§ Instructions to follow: How many lines of these entries hold the string "message"? Reply with the number alone.

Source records
☆ ☆ ☆ ☆

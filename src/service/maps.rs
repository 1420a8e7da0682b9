//! The reward maps a server knows: saved ones under the data folder, those
//! given with `--map NAME=FILE`, and those saved by `POST /v1/drift`. A map is
//! handed out only for the bundle it was fitted for. A file under the data
//! folder that cannot be read does not stop the server: that one map is
//! unusable (said in `/readyz` and the log); a `--map` file that cannot be
//! read does, since the operator asked for it by name.

use std::collections::BTreeMap;
use std::path::{Path, PathBuf};
use std::sync::{Arc, RwLock};

use crate::stats::{RewardMap, RewardMapError};

/// Longest map name (it becomes a file name).
pub const MAX_MAP_NAME: usize = 64;

/// Why a map could not be found, used, read or kept.
#[derive(Debug, thiserror::Error)]
pub enum MapError {
    #[error("no reward map named {name:?}; {}", known_list(known))]
    Unknown { name: String, known: Vec<String> },
    #[error("reward map {name:?} was fitted for {fitted} (digest {fitted_digest:.12}), not for {asked} (digest {asked_digest:.12}); fit one for this model with POST /v1/drift")]
    WrongModel {
        name: String,
        fitted: String,
        fitted_digest: String,
        asked: String,
        asked_digest: String,
    },
    #[error("reward map {name:?} could not be loaded at start ({reason}); fix or remove its file, or save it again with \"replace\": true")]
    Unusable { name: String, reason: String },
    #[error("a reward map named {name:?} exists already; send \"replace\": true to overwrite it")]
    Exists { name: String },
    #[error("map name {name:?} must match [A-Za-z0-9._-]+ (at most {MAX_MAP_NAME} characters)")]
    BadName { name: String },
    #[error("cannot write map file {path}: {source}")]
    Write {
        path: PathBuf,
        #[source]
        source: std::io::Error,
    },
    #[error("map file {path}: {message}")]
    Read { path: PathBuf, message: String },
    #[error("map file {path}: {source}")]
    NoDigests {
        path: PathBuf,
        #[source]
        source: RewardMapError,
    },
}

fn known_list(known: &[String]) -> String {
    if known.is_empty() {
        "none is registered".to_string()
    } else {
        format!("known: {}", known.join(", "))
    }
}

/// Whether `name` may name a map.
pub fn valid_map_name(name: &str) -> bool {
    !name.is_empty()
        && name.len() <= MAX_MAP_NAME
        && !name.starts_with('.')
        && name
            .bytes()
            .all(|b| b.is_ascii_alphanumeric() || b == b'.' || b == b'_' || b == b'-')
}

/// Reads one map file, checked.
pub fn read_map(path: &Path) -> Result<RewardMap, MapError> {
    let text = std::fs::read_to_string(path).map_err(|e| MapError::Read {
        path: path.to_path_buf(),
        message: e.to_string(),
    })?;
    RewardMap::from_json(&text).map_err(|source| match source {
        RewardMapError::NoDigests => MapError::NoDigests {
            path: path.to_path_buf(),
            source,
        },
        other => MapError::Read {
            path: path.to_path_buf(),
            message: other.to_string(),
        },
    })
}

/// The maps in force; clone the `Arc` a lookup gives, never the registry.
#[derive(Debug, Default)]
pub struct MapRegistry {
    maps: RwLock<BTreeMap<String, Arc<RewardMap>>>,
    /// Files under the folder that could not be read, by map name: why.
    unusable: RwLock<BTreeMap<String, String>>,
    dir: Option<PathBuf>,
}

impl MapRegistry {
    /// Maps saved in `dir`, then those of `flags` (`NAME`, `FILE`), which win.
    /// Maps saved later are written to `dir`.
    pub fn load(
        dir: Option<PathBuf>,
        flags: &[(String, PathBuf)],
    ) -> Result<MapRegistry, MapError> {
        let mut maps = BTreeMap::new();
        let mut unusable = BTreeMap::new();
        if let Some(dir) = dir.as_ref().filter(|d| d.is_dir()) {
            let entries = std::fs::read_dir(dir).map_err(|e| MapError::Read {
                path: dir.clone(),
                message: e.to_string(),
            })?;
            for entry in entries.flatten() {
                let path = entry.path();
                let name = path
                    .file_name()
                    .and_then(|n| n.to_str())
                    .and_then(|n| n.strip_suffix(".json"));
                if let Some(name) = name.filter(|n| valid_map_name(n)) {
                    match read_map(&path) {
                        Ok(map) => {
                            maps.insert(name.to_string(), Arc::new(map));
                        }
                        Err(e) => {
                            tracing::warn!(map = name, error = %e, "reward map unusable; the other maps are loaded");
                            unusable.insert(name.to_string(), e.to_string());
                        }
                    }
                }
            }
        }
        for (name, file) in flags {
            if !valid_map_name(name) {
                return Err(MapError::BadName { name: name.clone() });
            }
            maps.insert(name.clone(), Arc::new(read_map(file)?));
            unusable.remove(name);
        }
        Ok(MapRegistry {
            maps: RwLock::new(maps),
            unusable: RwLock::new(unusable),
            dir,
        })
    }

    /// Maps whose files could not be read at start, with why.
    pub fn unusable(&self) -> BTreeMap<String, String> {
        self.unusable
            .read()
            .unwrap_or_else(|p| p.into_inner())
            .clone()
    }

    /// Names of the registered maps.
    pub fn names(&self) -> Vec<String> {
        self.maps
            .read()
            .unwrap_or_else(|p| p.into_inner())
            .keys()
            .cloned()
            .collect()
    }

    /// The map `name`, for scoring the bundle `(id, digest)`: refused when it
    /// was fitted for another bundle.
    pub fn for_model(
        &self,
        name: &str,
        id: &str,
        digest: &str,
    ) -> Result<Arc<RewardMap>, MapError> {
        let map = self
            .maps
            .read()
            .unwrap_or_else(|p| p.into_inner())
            .get(name)
            .cloned()
            .ok_or_else(|| match self.unusable().remove(name) {
                Some(reason) => MapError::Unusable {
                    name: name.to_string(),
                    reason,
                },
                None => MapError::Unknown {
                    name: name.to_string(),
                    known: self.names(),
                },
            })?;
        if map.applies_to.digest != digest {
            return Err(MapError::WrongModel {
                name: name.to_string(),
                fitted: map.applies_to.id.clone(),
                fitted_digest: map.applies_to.digest.clone(),
                asked: id.to_string(),
                asked_digest: digest.to_string(),
            });
        }
        Ok(map)
    }

    /// Refuses a bad name, or one taken when `replace` is not said; a caller
    /// asks before fitting a map, so a long drift is not run for nothing.
    pub fn check_free(&self, name: &str, replace: bool) -> Result<(), MapError> {
        if !valid_map_name(name) {
            return Err(MapError::BadName {
                name: name.to_string(),
            });
        }
        let taken = self
            .maps
            .read()
            .unwrap_or_else(|p| p.into_inner())
            .contains_key(name)
            || self.unusable().contains_key(name)
            || self
                .dir
                .as_ref()
                .is_some_and(|d| d.join(format!("{name}.json")).exists());
        if taken && !replace {
            return Err(MapError::Exists {
                name: name.to_string(),
            });
        }
        Ok(())
    }

    /// Registers a map, writing it first (when there is a folder) so it
    /// survives restarts. A map of that name, usable or not, is overwritten
    /// only when `replace` says so: a map changes every later run's rewards.
    pub fn save(&self, name: &str, map: RewardMap, replace: bool) -> Result<(), MapError> {
        self.check_free(name, replace)?;
        if let Some(dir) = &self.dir {
            let path = dir.join(format!("{name}.json"));
            let write = |source| MapError::Write {
                path: path.clone(),
                source,
            };
            std::fs::create_dir_all(dir).map_err(write)?;
            let text = serde_json::to_string_pretty(&map).map_err(|e| write(e.into()))?;
            let tmp = dir.join(format!(".{name}.json.tmp"));
            std::fs::write(&tmp, text).map_err(write)?;
            std::fs::rename(&tmp, &path).map_err(write)?;
        }
        self.maps
            .write()
            .unwrap_or_else(|p| p.into_inner())
            .insert(name.to_string(), Arc::new(map));
        self.unusable
            .write()
            .unwrap_or_else(|p| p.into_inner())
            .remove(name);
        Ok(())
    }
}

#[cfg(test)]
mod tests {
    use super::*;
    use crate::stats::{ContinuityMap, MapBundle};

    fn map() -> RewardMap {
        RewardMap {
            applies_to: MapBundle {
                id: "blocks@v2".into(),
                digest: "2".repeat(64),
            },
            lands_on: MapBundle {
                id: "blocks@v1".into(),
                digest: "1".repeat(64),
            },
            map: ContinuityMap::Affine { a: 2.0, b: 0.0 },
        }
    }

    #[test]
    fn a_map_serves_only_the_bundle_it_was_fitted_for_and_survives_restarts() {
        let dir = tempfile::tempdir().unwrap();
        let maps = MapRegistry::load(Some(dir.path().to_path_buf()), &[]).unwrap();
        maps.save("v2-on-v1", map(), false).unwrap();
        assert!(maps
            .for_model("v2-on-v1", "blocks@v2", &"2".repeat(64))
            .is_ok());
        let e = maps
            .for_model("v2-on-v1", "blocks@v1", &"1".repeat(64))
            .unwrap_err();
        let message = e.to_string();
        assert!(matches!(e, MapError::WrongModel { .. }));
        assert!(
            message.contains("blocks@v2") && message.contains("blocks@v1"),
            "{message}"
        );
        assert!(matches!(
            maps.for_model("nope", "blocks@v2", "x").unwrap_err(),
            MapError::Unknown { .. }
        ));
        let again = MapRegistry::load(Some(dir.path().to_path_buf()), &[]).unwrap();
        assert_eq!(again.names(), ["v2-on-v1"]);
        // A map file of the old form (no bundles) and a damaged one are unusable,
        // with how to refit them; the others load.
        std::fs::write(
            dir.path().join("old.json"),
            r#"{"kind": "affine", "a": 1, "b": 0}"#,
        )
        .unwrap();
        std::fs::write(dir.path().join("torn.json"), r#"{"applies_to": {"#).unwrap();
        let loaded = MapRegistry::load(Some(dir.path().to_path_buf()), &[]).unwrap();
        assert_eq!(loaded.names(), ["v2-on-v1"]);
        let unusable = loaded.unusable();
        assert_eq!(unusable.keys().collect::<Vec<_>>(), ["old", "torn"]);
        assert!(
            unusable["old"].contains("old.json") && unusable["old"].contains("refit"),
            "{unusable:?}"
        );
        let e = loaded
            .for_model("torn", "blocks@v2", &"2".repeat(64))
            .unwrap_err();
        assert!(matches!(e, MapError::Unusable { .. }), "{e}");
        // Given by flag, the same file stops the start: the operator asked for it.
        let e =
            MapRegistry::load(None, &[("old".into(), dir.path().join("old.json"))]).unwrap_err();
        assert!(matches!(e, MapError::NoDigests { .. }), "{e}");
        // Saving over an existing or unusable map needs `replace`.
        assert!(matches!(
            loaded.save("v2-on-v1", map(), false).unwrap_err(),
            MapError::Exists { .. }
        ));
        assert!(matches!(
            loaded.save("torn", map(), false).unwrap_err(),
            MapError::Exists { .. }
        ));
        loaded.save("torn", map(), true).unwrap();
        assert!(!loaded.unusable().contains_key("torn"));
        assert!(loaded
            .for_model("torn", "blocks@v2", &"2".repeat(64))
            .is_ok());
    }
}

☆ ☆ ☆ ☆

§ Exercise result: 8